Весь день он сторонился людей, стараясь сохранить в себе рас­светную тишину. Пора было уезжать. Он ждал студийного автобуса, поднялся на пригорок, и река и все за рекой до самого горизонта оказалось внизу. Он сел на траву лицом к теплому солнцу, распах­нул пальто. Счастье невозможно без ничегонеделанья, счастье невоз­можно без ничегонеделанья... Откуда это? Из писем больного Че­хова...

...Вечерами Аня любит сидеть на балконе, слушать шум двора: детские крики, шелест шин по асфальту, обрывки телепередач из окон, голоса. удары выбивалки по ковру.

— Ты меня не слушаешь?

— Ну что ты.— Аркадий в доказательство повторил ее последние слова, успев ухватить их краем сознания.— А дальше?

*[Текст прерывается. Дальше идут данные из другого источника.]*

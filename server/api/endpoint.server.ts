// One REST API endpoint (docs/decisions/014): its method and path, the zod schemas of its path
// parameters, query, body and answer, the scope and least role it needs, and its handler. The
// same definition serves the call (`serveApi`) and writes the OpenAPI document (openapi.ts), so
// what is validated is what is documented. A call goes, in order: bearer token (401) → the
// token's rate limit (429) → scope (403) → role (403) → path parameters (400) → the device in the
// path, when the endpoint names one (404) → query (400) → body (415, 413, 400) → handler →
// answer (with an ETag where asked, 304 on If-None-Match) → audit entry. Every failure is a
// problem details response (problems.ts).
import { isUuid } from "../validation/ids.ts";
import { createHash } from "node:crypto";
import type { z } from "zod";
import { hasAtLeastRole, type Role } from "../auth/roles.ts";
import { getEnvironment } from "../config.server.ts";
import { deviceRevisions, type DeviceAtRevision } from "../devices/index.ts";
import { ProbeError } from "../engine/index.ts";
import { Refusal, type RefusalStatus } from "../errors.ts";
import { clientAddressOf, type RequestContext } from "../http/request-context.server.ts";
import { sizeWords } from "../validation/limits.ts";
import { findTextProblem, textProblemMessage } from "../validation/text.ts";
import { authenticateApiToken, countApiCall, type ApiPrincipal, type RateVerdict } from "../services/api-tokens.server.ts";
import { recordAuditEvent } from "../services/audit.server.ts";
import type { ProposalActor } from "../services/proposals.server.ts";
import type { ApiTokenScope } from "#models/api-token-words.ts";
import { problemCodeOf, problemResponse, type ProblemCode, type ProblemExtras } from "./problems.ts";

/** The API's version prefix: every endpoint's path is below it. */
export const API_PREFIX = "/api/v1";
/** The largest request body of an endpoint that takes no model document. */
export const API_BODY_LIMIT = 64 * 1024;

export type ApiTag = "Token" | "Devices" | "Revisions" | "Analysis" | "Proposals" | "Fleet" | "Field checks";
type AnyObject = z.ZodObject;
type NoFields = z.ZodObject<Record<string, never>>;

/** What a handler gets: the validated input, who is calling, and the device when the path names one. */
export type ApiCall<Params, Query, Body, WithDevice extends boolean> = {
  params: Params;
  query: Query;
  body: Body;
  principal: ApiPrincipal;
  /** For the services: the token's person (or the service token itself), its role, and the token for the audit log. */
  actor: ProposalActor;
  device: WithDevice extends true ? DeviceAtRevision : null;
  request: Request;
};

/** A handler's answer: the body (typed by the endpoint's answer schema) and, for a 201, its Location. */
export type ApiAnswer<Body> = { body: Body; status?: 200 | 201; headers?: Record<string, string> };

/** A schema's type with read-only arrays and fields accepted, as the engine's answers are typed. */
type Readable<T> = T extends readonly (infer Item)[] ? readonly Readable<Item>[] : T extends object ? { readonly [K in keyof T]: Readable<T[K]> } : T;

/** What the document says of an endpoint besides its schemas. */
type EndpointFacts = {
  method: "get" | "post";
  /** The OpenAPI path below /api/v1, with `{name}` parameters named as in app/routes.ts. */
  path: string;
  operationId: string;
  summary: string;
  description: string;
  tag: ApiTag;
  /** "write" for any endpoint that changes something: a read token is refused (403). */
  scope: ApiTokenScope;
  /** The least organisation role the token must act with (403 below it). */
  role: Role;
};

export type EndpointSpec<P extends AnyObject, Q extends AnyObject, B extends z.ZodType, R extends z.ZodType, D extends boolean> = EndpointFacts & {
  params?: P;
  query?: Q;
  body?: B;
  /** True when `params.device` names a device of the token's organisation (404 otherwise); the handler gets it at its current revision. */
  device?: D;
  response: { status: 200 | 201; description: string; schema: R; etag?: boolean };
  /** The largest body it takes (API_BODY_LIMIT; MAX_DOCUMENT_REQUEST_BYTES for a body with a model document). */
  bodyLimit?: number;
  /** Statuses this endpoint answers with beyond the ones every endpoint may (400, 401, 403, 404, 429). */
  refusals?: readonly RefusalStatus[];
  handle: (call: ApiCall<z.output<P>, z.output<Q>, z.output<B>, D>) => Promise<ApiAnswer<Readable<z.input<R>>>> | ApiAnswer<Readable<z.input<R>>>;
};

/** An endpoint with its types erased, as the registry, the router and the document hold it. */
export type ApiEndpoint = EndpointFacts & {
  params?: AnyObject;
  query?: AnyObject;
  body?: z.ZodType;
  device: boolean;
  response: { status: 200 | 201; description: string; schema: z.ZodType; etag: boolean };
  bodyLimit: number;
  refusals: readonly RefusalStatus[];
  /** Validates the input against the schemas and runs the handler; throws a Refusal for bad input. */
  run(input: RawInput): Promise<ApiAnswer<unknown>>;
};

type RawInput = { params: Record<string, string | undefined>; query: Record<string, string>; body: unknown; principal: ApiPrincipal; actor: ProposalActor; request: Request };
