// Changing a shared address object or group, over HTTP as a browser does it: the review lists
// every device that uses it (directly or through a shared group) with its exposure change, which
// `trace` must replay; the confirmation gives each of those devices a new revision in the same
// transaction as the library change and its audit entries; a device edited in between makes the
// confirmation fail (409) with nothing written. Each test makes its own organisation.
// Semantics: PRODUCT.md §3 (outcomes, addresses), §4 (shared objects), docs/decisions/008.

import { randomUUID } from "node:crypto";
import { afterAll, describe, expect, test } from "vitest";
import { AuditEvent, DeviceRevision, Organisation, RevisionAnalysisRecord } from "#models/index";
import { getDatabase } from "#server/db/database.server";
import { parseCidr } from "#server/engine/addresses";
import { compileModel, diffModels, parseModel, trace, type CompiledModel, type Outcome } from "#server/engine/index";
import { revisionAnalysisQueue } from "#server/jobs/revision-analysis.server";
import { stopJobQueue } from "#server/jobs/job-queue.server";
import { previewSharedObjectChange, saveSharedObject } from "#server/services/shared-objects.server";
import { lockSharedLibrary } from "#server/services/shared-library-lock.server";
import { signUpNewOrganisation, type FetchResult, type TestClient } from "../support/client";
import { plain, UUID } from "../support/html";
import { confirmReview, PIER_GW, QUAY_EDGE, reviewConfirmFields } from "../support/shared-objects";
import { ownerConnection } from "../support/database";

const sequelize = getDatabase();
afterAll(async () => {
  await stopJobQueue();
  await sequelize.close();
});

// Invented devices; documentation addresses (RFC 5737, RFC 3849) stand in for the internet.
// QUAY_EDGE uses ops-desk directly, PIER_GW through the shared group all-operators.
/** Uses no shared object. */
const LAB_FW = {
  schemaVersion: 2,
  device: { name: "lab-fw" },
  interfaces: [{ name: "outside", role: "wan", addresses: ["192.0.2.30/24"], listeners: ["ssh"] }],
  accounts: [{ name: "ops-kai", secondFactor: "totp" }],
};
/** Defines its own ops-desk, which wins over the shared one. */
const YARD_FW = {
  schemaVersion: 2,
  device: { name: "yard-fw" },
  interfaces: [{ name: "outside", role: "wan", addresses: ["192.0.2.40/24"], listeners: ["ssh"] }],
  addresses: [{ name: "ops-desk", entries: ["198.51.100.200/29"] }],
  accounts: [{ name: "ops-mia", loginSources: ["ops-desk"], secondFactor: "totp" }],
};

type TestOrganisation = { client: TestClient; slug: string; organisationId: string; devices: Record<string, string> };

function importDocument(client: TestClient, slug: string, target: string, document: unknown, baseRevision?: number): Promise<FetchResult> {
  const fields: Record<string, string> = { intent: "import", target, fileName: "model.json", documentText: JSON.stringify(document) };
  if (baseRevision) fields.baseRevision = String(baseRevision);
  // A new revision of an existing device is imported only once its effect was read.
  if (target.startsWith("device:")) fields.effectRead = "yes";
  return client.post(`/o/${slug}/devices/import`, fields);
}

function saveObject(client: TestClient, slug: string, fields: { original?: string; kind: "address" | "group"; name: string; items: string }): Promise<FetchResult> {
  return client.post(`/o/${slug}/settings/shared-objects`, { intent: "save", original: fields.original ?? "", kind: fields.kind, name: fields.name, items: fields.items, description: "" });
}

/** A new organisation with the shared library and the four devices, each at revision 1. */
async function organisationWithDevices(label: string, documents: readonly unknown[] = [QUAY_EDGE, PIER_GW, LAB_FW, YARD_FW]): Promise<TestOrganisation> {
  const { client, slug } = await signUpNewOrganisation(label);
  expect((await client.post(`/o/${slug}/sites`, { intent: "create", name: "Harbour office", customer: "", location: "" })).status).toBe(302);
  const siteId = (await client.get(`/o/${slug}/sites`)).text.match(new RegExp(`edit=(${UUID})`))?.[1];
  if (!siteId) throw new Error("no site id on the sites page");
  expect((await saveObject(client, slug, { kind: "address", name: "ops-desk", items: "198.51.100.0/28" })).status).toBe(302);
  expect((await saveObject(client, slug, { kind: "group", name: "all-operators", items: "ops-desk" })).status).toBe(302);
  const devices: Record<string, string> = {};
  for (const document of documents) {
    const imported = await importDocument(client, slug, `site:${siteId}`, document);
    expect(imported.status, imported.text.slice(0, 300)).toBe(302);
    devices[(document as { device: { name: string } }).device.name] = imported.location?.match(new RegExp(`/devices/(${UUID})$`))?.[1] ?? "";
  }
  const organisation = await Organisation.findOne({ where: { slug } });
  return { client, slug, organisationId: organisation!.id, devices };
}

async function exported(organisation: TestOrganisation, device: string, revision: number): Promise<FetchResult> {
  return organisation.client.get(`/o/${organisation.slug}/devices/${organisation.devices[device]}/revisions/${revision}/export`);
}

async function compiledAt(organisation: TestOrganisation, device: string, revision: number): Promise<CompiledModel> {
  const response = await exported(organisation, device, revision);
  expect(response.status).toBe(200);
  const parsed = parseModel(JSON.parse(response.text));
  if (!parsed.ok) throw new Error(`export of ${device} r${revision} does not validate`);
  return compileModel(parsed.model);
}

type ReviewRow = { before: Outcome; after: Outcome; count: string; ranges: string[]; services: string[]; to: string[]; witness: { from: string; interface: string; service: string; to: string; at: string } };
type ReviewCard = { name: string; rows: ReviewRow[]; moreExposed: string; lessExposed: string; findingsAdded: string[]; text: string };

function attribute(tag: string, name: string): string {
  return plain(new RegExp(`${name}="([^"]*)"`).exec(tag)?.[1] ?? "");
}

/** The review's device cards as the page shows them. */
function reviewCards(html: string): ReviewCard[] {
  return html
    .split('data-testid="device-effect"')
    .slice(1)
    .map((card) => {
      const rows = [...card.matchAll(/<li [^>]*data-testid="exposure-change"[^>]*>[\s\S]*?<a [^>]*data-testid="change-witness"[^>]*>/g)].map((match): ReviewRow => {
        const tag = match[0].slice(0, match[0].indexOf(">") + 1);
        const link = match[0].slice(match[0].lastIndexOf("<a "));
        const query = new URLSearchParams(attribute(link, "href").split("?")[1]);
        return {
          before: attribute(tag, "data-before") as Outcome,
          after: attribute(tag, "data-after") as Outcome,
          ranges: attribute(tag, "data-ranges").split(" "),
          services: attribute(tag, "data-services").split(" "),
          to: attribute(tag, "data-to").split(" "),
          count: /data-count="(\d+)"/.exec(match[0])?.[1] ?? "",
          witness: { from: query.get("from")!, interface: query.get("interface")!, service: query.get("service")!, to: query.get("to")!, at: query.get("at")! },
        };
      });
      const newFindings = card.split("New findings")[1]?.split("</ul>")[0] ?? "";
      return {
        name: card.match(/<a [^>]*href="\/o\/[^"]+\/devices\/[0-9a-f-]{36}"[^>]*>([^<]+)<\/a>/)?.[1] ?? "",
        rows,
        moreExposed: card.match(/data-testid="more-exposed" data-count="(\d+)"/)?.[1] ?? "0",
        lessExposed: card.match(/data-testid="less-exposed" data-count="(\d+)"/)?.[1] ?? "0",
        findingsAdded: [...newFindings.matchAll(/<code[^>]*>([^<]*)<\/code>/g)].map((match) => match[1]),
        text: plain(card),
      };
    });
}

/** Addresses in a CIDR list (RFC 4632 §3.1: a /n holds 2^(bits−n)). */
function sizeOf(cidrs: readonly string[]): bigint {
  return cidrs.reduce((total, text) => {
    const { range } = parseCidr(text);
    return total + range.last - range.first + 1n;
  }, 0n);
}

function lastAddressOf(cidr: string): string {
  const { range } = parseCidr(cidr);
  if (range.family === 4) return [24n, 16n, 8n, 0n].map((shift) => String((range.last >> shift) & 255n)).join(".");
  // Only used for IPv4 rows below; IPv6 rows are checked at their first address.
  throw new Error("IPv4 only");
}

async function historyText(organisation: TestOrganisation, device: string): Promise<string> {
  const page = await organisation.client.get(`/o/${organisation.slug}/devices/${organisation.devices[device]}/history`);
  expect(page.status).toBe(200);
  return plain(page.text);
}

— Уже забыла.. Да ну тебя, я засыпаю.

Темнело. Аня сидела в кресле старика Брагина, поджав под себя ноги, уронила голову на подлокотник. Аркадий собрал остатки ужи­на, унес на кухню. Когда вернулся, Аня спала в кресле. На коленях лежал плюшевый медвежонок из Олиных игрушек. Стало совсем темно. Не зажигая света, он приготовил постель в спальне родителей. Аня пробормотала:

— Я не сплю.

Высвободилась из рук, нетвердо пошла в спальню и сказала ви­новато:

— Я очень устала.

Он постоял у мягко закрывшейся двери и в эту минуту был уве­рен, что любит ее.

У него есть Аня. Одни ищут свободу, другие — якоря. У отца есть Оля, у матери — ее всегдашняя готовность помогать. У него есть Аня, которую он любит.

«Чем я недоволен?» — удивился он.

«Твоя беда,— говорила Лера,— что ты считаешь себя обязанным быть счастливым».

А почему не так? Или в нем какой-нибудь изъян? Впрочем, как знать. Он как ящик со стекляшками. Чтобы они не разбились, ящик надо плотно набить стружкой или ватой, любой ветошью, лишь бы не осталось пустот. Так и он набивает работой свою жизнь. Возмож­но, то же у всех. Аня?

Но можно ли научиться у Ани? Есть вещи, которые можно те­рять, но нельзя найти.

Он всегда упрекал себя, что не умеет жить настоящим, жить сегодняшним днем, простыми радостями. А что такое жить настоя­щим? Когда мы осознаем мгновение, оно становится прошлым. Созна­вать жизнь уже означает жить прошлым и будущим. Простые ра­дости? Их нет. Когда они становятся целью, они создают гурманов и сладострастников. Те, изощряя вкус, делаются его рабами.

Простое стремление к чувственным удовольствиям взрывается человеком изнутри. Человек и в бездуховных наслаждениях обяза­тельно ищет идеал, в плоти ищет соответствия мысленной модели, и принцип удовольствия самоуничтожается.